### Supplied records

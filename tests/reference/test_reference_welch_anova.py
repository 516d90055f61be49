"""Welch's analysis of variance against published values."""

import numpy as np
import pingouin
import pytest
from statsmodels.stats.oneway import anova_oneway

from auditd.stats import welch_anova

# Student (1908), Biometrika 6:1-25, as in R's sleep: extra hours under two drugs.
SLEEP = (
    (0.7, -1.6, -0.2, -1.2, -0.1, 3.4, 3.7, 0.8, 0.0, 2.0),
    (1.9, 0.8, 1.1, 0.1, -0.1, 4.4, 5.5, 1.6, 4.6, 3.4),
)
# Beall (1942), Biometrika 32:243-262, as in R's InsectSprays.
SPRAYED = (
    (10, 7, 20, 14, 14, 12, 10, 23, 17, 20, 14, 13), (11, 17, 21, 11, 16, 14, 17, 17, 19, 21, 7, 13),
    (0, 1, 7, 2, 3, 1, 2, 1, 3, 0, 1, 4), (3, 5, 12, 6, 4, 3, 5, 5, 5, 5, 2, 4),
    (3, 5, 3, 5, 3, 6, 1, 1, 3, 2, 6, 4), (11, 9, 15, 22, 15, 16, 13, 10, 26, 26, 24, 13),
)  # fmt: skip


def test_insect_sprays():
    """R, oneway.test(count ~ spray, InsectSprays): F 36.065, 5 and 30.043 df, p 7.999e-12 (published
    output).
    """
    result = welch_anova(np.ravel(SPRAYED), np.repeat(np.arange(6), 12))
    assert result.statistic == pytest.approx(36.065, abs=5.5e-4)
    assert result.df == pytest.approx((5, 30.043), abs=5.5e-4)
    assert result.pvalue == pytest.approx(7.999e-12, abs=5.5e-16)


def test_two_groups_are_welchs_t():
    """R, t.test(extra ~ group, sleep): t −1.8608, df 17.776, p .07939 (published output); F is its square."""
    result = welch_anova(np.ravel(SLEEP), np.repeat([1, 2], 10))
    assert result.statistic**0.5 == pytest.approx(1.8608, abs=5.5e-5)
    assert result.df == pytest.approx((1, 17.776), abs=5.5e-4)
    assert result.pvalue == pytest.approx(0.07939, abs=5.5e-6)


def test_pain_by_hair_colour():
    """pingouin's documentation of `welch_anova`: F 5.890115, 3 and 8.329841 df, p .018813."""
    frame = pingouin.read_dataset("anova")
    result = welch_anova(frame["Pain threshold"].to_numpy(), frame["Hair color"].to_numpy())
    assert result.statistic == pytest.approx(5.890115, abs=5.5e-7)
    assert result.df == pytest.approx((3, 8.329841), abs=5.5e-7)
    assert result.pvalue == pytest.approx(0.018813, abs=5.5e-7)


def test_agrees_with_statsmodels():
    """statsmodels' anova_oneway with unequal variances gives the same on sizes 4, 11 and 30."""
    rng = np.random.default_rng(11)
    parts = [rng.normal(m, s, n) for m, s, n in ((0, 1, 4), (1, 4, 11), (0.5, 2, 30))]
    ours = welch_anova(np.concatenate(parts), np.repeat([0, 1, 2], [4, 11, 30]))
    theirs = anova_oneway(parts, use_var="unequal")
    assert ours.statistic == pytest.approx(theirs.statistic, rel=1e-10)
    assert ours.pvalue == pytest.approx(theirs.pvalue, rel=1e-9)
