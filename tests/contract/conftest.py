"""The stores over which the contract is held, each new one by one word here."""

import pytest
from sqlalchemy.engine import URL

from auditd.store.migrate import open_or_make

STORES = ("sqlite", "postgresql")


@pytest.fixture(params=STORES)
def store_address(request, tmp_path):
    """The address of a store that does not exist yet."""
    if request.param == "postgresql":
        return request.getfixturevalue("postgres_url")
    return URL.create("sqlite", database=str(tmp_path / "store.sqlite"))


@pytest.fixture
def engine(store_address):
    """An engine on a new, empty store."""
    made = open_or_make(store_address)
    yield made
    made.dispose()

### What needs to be done
Could you work out how many lines in the material contain the word "parts"? Reply with the number only.

### Answer section
3